Problems with connections between DA and DR/Vertica occurring repeatedly:
ERROR | DataAggregator | 2024-06-11T09:53:37,171 | ConnectionPool | .tomcat.jdbc.pool.ConnectionPool 500 | org.apache.tomcat.jdbc | | Unable to create initial connections of pool.
java.sql.SQLNonTransientConnectionException: [Vertica][VJDBC](100176) Failed to connect to host DR2 on port 5433. Reason: Failed to establish a connection to the primary server or any backup address.

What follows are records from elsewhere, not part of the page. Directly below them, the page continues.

"""The field inside a stack against closed forms, flux conservation and the absorptance of layers."""

import numpy as np
import pytest

import filmstack as fs

C = fs.constant


def mirror(first, second, pairs=40):
    return fs.Stack(C(1.0), [fs.Layer(C(n), 550.0 / (4.0 * n)) for n in (first, second)] * pairs, C(1.52))


def test_field_of_a_perfect_mirror():
    # Q16: J. H. Apfel, Appl. Opt. 16, 1880 (1977): H first: 0 at the surface, 4 n0^2 / nH^2 at the first H/L interface,
    # the largest inside; L first: 4 at the surface.
    found = fs.field(mirror(2.35, 1.45), 550.0)
    assert found.at_interfaces[0, 0, 0] == pytest.approx(0.0, abs=1e-12)
    assert found.at_interfaces[1, 0, 0] == pytest.approx(0.724309642372, rel=1e-11)
    assert found.largest_in_layers[0].max() == pytest.approx(0.724309642372, rel=1e-11)
    assert fs.field(mirror(1.45, 2.35), 550.0, depth_nm=[0.0]).intensity[0, 0, 0] == pytest.approx(4.0, rel=1e-9)


def test_decay_per_period():
    # Q8: Yeh, Optical Waves in Layered Media: the field falls by ln(nH / nL) = 0.482851771724 a period at the centre.
    found = fs.field(mirror(2.35, 1.45), 550.0).at_interfaces[1::2, 0, 0]
    np.testing.assert_allclose(0.5 * np.log(found[3:20] / found[4:21]), 0.482851771724, rtol=1e-9)


FILMS = [(2.35, 0.0, 100.0), (0.06, 3.3, 20.0), (1.46, 0.01, 150.0), (0.8, 0.0, 90.0)]
STACK = fs.Stack(C(1.2), [fs.Layer(C(n, k), d) for n, k, d in FILMS], C(1.52))


@pytest.mark.parametrize("p", ["s", "p"])
def test_flux_and_absorption(p):
    # Poynting's theorem: flux in is 1 - R, flux out is T, and what is lost between is the absorbed density.
    wavelength, angle = [500.0, 600.0], [0.0, 50.0]
    s, found = fs.spectrum(STACK, wavelength, angle), fs.field(STACK, wavelength, angle, polarization=p)
    np.testing.assert_allclose(found.net_flux[0], 1.0 - getattr(s, f"R_{p}"), atol=1e-14)
    np.testing.assert_allclose(found.net_flux[-1], getattr(s, f"T_{p}"), atol=1e-14)
    nodes, weights = np.polynomial.legendre.leggauss(40)
    for layer, (_, k, d) in enumerate(FILMS):
        start = STACK.thickness_nm[:layer].sum()
        inside = fs.field(STACK, wavelength, angle, polarization=p, depth_nm=start + 0.5 * d * (nodes + 1.0))
        integral = 0.5 * d * np.tensordot(weights, inside.absorption_per_nm, axes=1)
        np.testing.assert_allclose(integral, getattr(s, f"A_layers_{p}")[layer], rtol=1e-12, atol=1e-17)
        if k == 0.0:
            assert np.ptp(inside.net_flux, axis=0).max() < 1e-14


def test_boundary_conditions():
    # Tangential E and normal D are continuous (Born and Wolf 1.1.3).
    faces = np.cumsum(STACK.thickness_nm)
    before = fs.field(STACK, 550.0, 40.0, polarization="p", depth_nm=faces - 1e-9)
    behind = fs.field(STACK, 550.0, 40.0, polarization="p", depth_nm=faces)
    assert before.layer.tolist() == [0, 1, 2, 3]
    assert behind.layer.tolist() == [1, 2, 3, 4]
    n = np.array([complex(a, -b) for a, b, _ in FILMS] + [1.52])
    np.testing.assert_allclose(before.E_x, behind.E_x, rtol=1e-9)
    np.testing.assert_allclose(
        (n[:-1] ** 2)[:, None, None] * before.E_z, (n[1:] ** 2)[:, None, None] * behind.E_z, rtol=1e-9
    )


def test_standing_wave_in_front_of_a_metal():
    # |1 + r exp(2 i k0 z)|^2 in the incident medium at normal incidence.
    stack = fs.Stack(C(1.0), [fs.Layer(C(0.06, 3.3), 40.0)], C(1.52))
    z = np.linspace(-600.0, -1.0, 50)
    r = fs.spectrum(stack, 600.0).r_s[0, 0]
    k0 = 2.0 * np.pi / 600.0
    expected = np.abs(np.exp(-1j * k0 * z) + r * np.exp(1j * k0 * z)) ** 2
    np.testing.assert_allclose(fs.field(stack, 600.0, depth_nm=z).intensity[:, 0, 0], expected, rtol=1e-11)


def test_field_in_volt_per_metre():
    # I = n |E|^2 / (2 Z0): 1 W/cm^2 in vacuum is 2744.9 V/m (peak), from c and epsilon_0 of CODATA.
    bare = fs.Stack(C(1.0), [], C(1.0))
    assert fs.field(bare, 550.0, depth_nm=[0.0]).volt_per_metre(1.0)[0, 0, 0] == pytest.approx(
        np.sqrt(2.0 * 1e4 / (299792458.0 * 8.8541878188e-12)), rel=1e-9
    )


def test_thick_metal_and_grazing_light_stay_finite():
    stack = fs.Stack(C(1.0), [fs.Layer(C(0.05, 3.3), 1e6), fs.Layer(C(1.5), 100.0)], C(1.5))
    for p in "sp":
        found = fs.field(stack, 550.0, [0.0, 40.0, 90.0], polarization=p)
        assert np.all(np.isfinite(found.intensity))
        assert found.intensity[-1].max() == 0.0
        # Skin depth: |E|^2 falls as exp(-4 pi k z / lambda) at normal incidence.
        two = fs.field(stack, 550.0, polarization=p, depth_nm=[100.0, 200.0]).intensity[:, 0, 0]
        assert np.log(two[0] / two[1]) == pytest.approx(4.0 * np.pi * 3.3 * 100.0 / 550.0, rel=1e-9)


def test_refusals():
    with pytest.raises(fs.CoherenceError, match="field: a stack with a thick plate has no standing wave"):
        fs.field(fs.Stack(C(1.0), [fs.Plate(C(1.5), 1.0)], C(1.0)), 550.0)
    with pytest.raises(fs.ArgumentError, match="polarization: expected 's' or 'p', got 'mean'"):
        fs.field(STACK, 550.0, polarization="mean")
    with pytest.raises(fs.ArgumentError, match="field: a film of N = 0 blocks p"):
        fs.field(fs.Stack(C(1.0), [fs.Layer(C(0.0), 10.0)], C(1.5)), 550.0, 30.0, polarization="p")
    assert "ISO 21254" in fs.field(STACK, 550.0).notes[-1]
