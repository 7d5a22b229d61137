"""The wave equation integrated by a general-purpose solver, for a few stacks."""

import numpy as np
import pytest
from scipy.integrate import solve_ivp

import filmstack as fs

STACKS = [
    [(2.35, 0.0, 80.0), (1.46, 0.0, 95.0), (1.38, 0.0, 210.0)],
    [(2.35, 0.01, 80.0), (0.06, 3.3, 25.0), (1.7, 0.3, 140.0)],
    [(1.9, 0.0, 120.0), (0.7, 0.0, 90.0), (2.1, 1e-3, 60.0)],
]


@pytest.mark.parametrize("films", STACKS)
@pytest.mark.parametrize(("angle", "p"), [(0.0, False), (40.0, False), (40.0, True), (75.0, True)])
def test_amplitudes_by_integration_of_the_wave_equation(films, angle, p):
    # E' = -i k0 u H, H' = -i k0 v E from the exit to the front (Born and Wolf 1.6.2), scipy DOP853 at 1e-12.
    wavelength, k0 = 633.0, 2.0 * np.pi / 633.0
    b = np.sin(np.radians(angle))

    def medium(n, k):
        square = complex(n, -k) ** 2
        return (1.0 - b * b / square, square) if p else (1.0, square - b * b)

    kappa = np.sqrt(1.52**2 - b * b)
    e, h = (1.0 + 0j, 1.52**2 / kappa + 0j) if p else (1.0 + 0j, kappa + 0j)
    for n, k, d in films[::-1]:
        u, v = medium(n, k)
        run = solve_ivp(
            lambda z, w, u=u, v=v: [-1j * k0 * u * w[1], -1j * k0 * v * w[0]], (d, 0.0), [e, h], "DOP853",
            rtol=1e-12, atol=1e-13,
        )  # fmt: skip
        e, h = run.y[:, -1]
    cosine = np.cos(np.radians(angle))
    y0 = 1.0 / cosine if p else cosine
    toward, back = 0.5 * (e + h / y0), 0.5 * (e - h / y0)
    t = 1.0 / toward * (1.52 / kappa * cosine if p else 1.0)
    layers = [fs.Layer(fs.constant(n, k), d) for n, k, d in films]
    s = fs.spectrum(fs.Stack(fs.constant(1.0), layers, fs.constant(1.52)), wavelength, angle)
    name = "p" if p else "s"
    assert getattr(s, f"r_{name}")[0, 0] == pytest.approx(back / toward, abs=1e-9)
    assert getattr(s, f"t_{name}")[0, 0] == pytest.approx(t, abs=1e-9)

Also see errors similar to the following:
ERROR | heduler_Worker-1 | 2024-06-04T02:05:03,836 | ExceptionLog | .ca.im.core.util.ExceptionLogger 104 | m.ca.im.common.core.util | | An existing application exception RECURRED (Key=9afb25a97eae6f0ca1cde7e7da2851fac158ae39), Recurrence count=14 : Failed to drop partition(s) for table: ifstats_rate, min key: 1712880000, max key: 1712880000 : StatementCallback; uncategorized SQLException for SQL [SELECT DROP_PARTITIONS('ifstats_rate','1712880000','1712880000',true)]; SQL state [55V03]; error code [5157]; [Vertica][VJDBC](5157) ERROR: Unavailable: [Txn 0xb000000254caaa] O lock table - timeout error Timed out O locking Table:dragg.ifstats_rate. I held by [user dragg (COPY ifstats_rate (dcm_id, pollgroup_id, item_id, rollup_type, tstamp, dto_sequence_id, rinterval, duration, thresh_duration, thresh_count, im_IPSecEncodingFailures, im_SAPolicyDenialPacketsDropped, im_FramesOut, std_im_FramesOut, im_Bytes, im_PctDiscardsIn, std_im_PctDiscardsIn, im_FrameErrors, im_Discards, std_im_Discards, im_AvgInboundOctetRateforInterface, im_CellErrorRatio, im_NoAssocSAPolicyPacketsDr
and
ERROR | c53-fb2bc9f6adef | 2024-06-11T09:40:14,706 | RunnableTimedExecution | oncurrent.RunnableTimedExecution 101 | emini.blueprint.extender | | Closing runnable for context OsgiBundleXmlApplicationContext(bundle=com.ca.im.data-mgmt.common, config=osgibundle:/META-INF/spring/*.xml) did not finish in 10000ms; consider taking a snapshot and then shutdown the VM in case the thread still hangs
This results in data gaps in some dashboards as the related poll data is unable to be processed:
DX NetOps CAPM all currently supported releases
DR likely has Inadequate resources and is not set to fault tolerance, in which case the following is seen in the vertica.log
2024-07-12 08:00:00.132 Init Session:0x7fe339fd0700-a0000012e32772 <WARNING> @v_drdata_node0001: V1002/2957: Current system KSAFE level is not fault tolerant
This shows there are only 2 nodes in the system.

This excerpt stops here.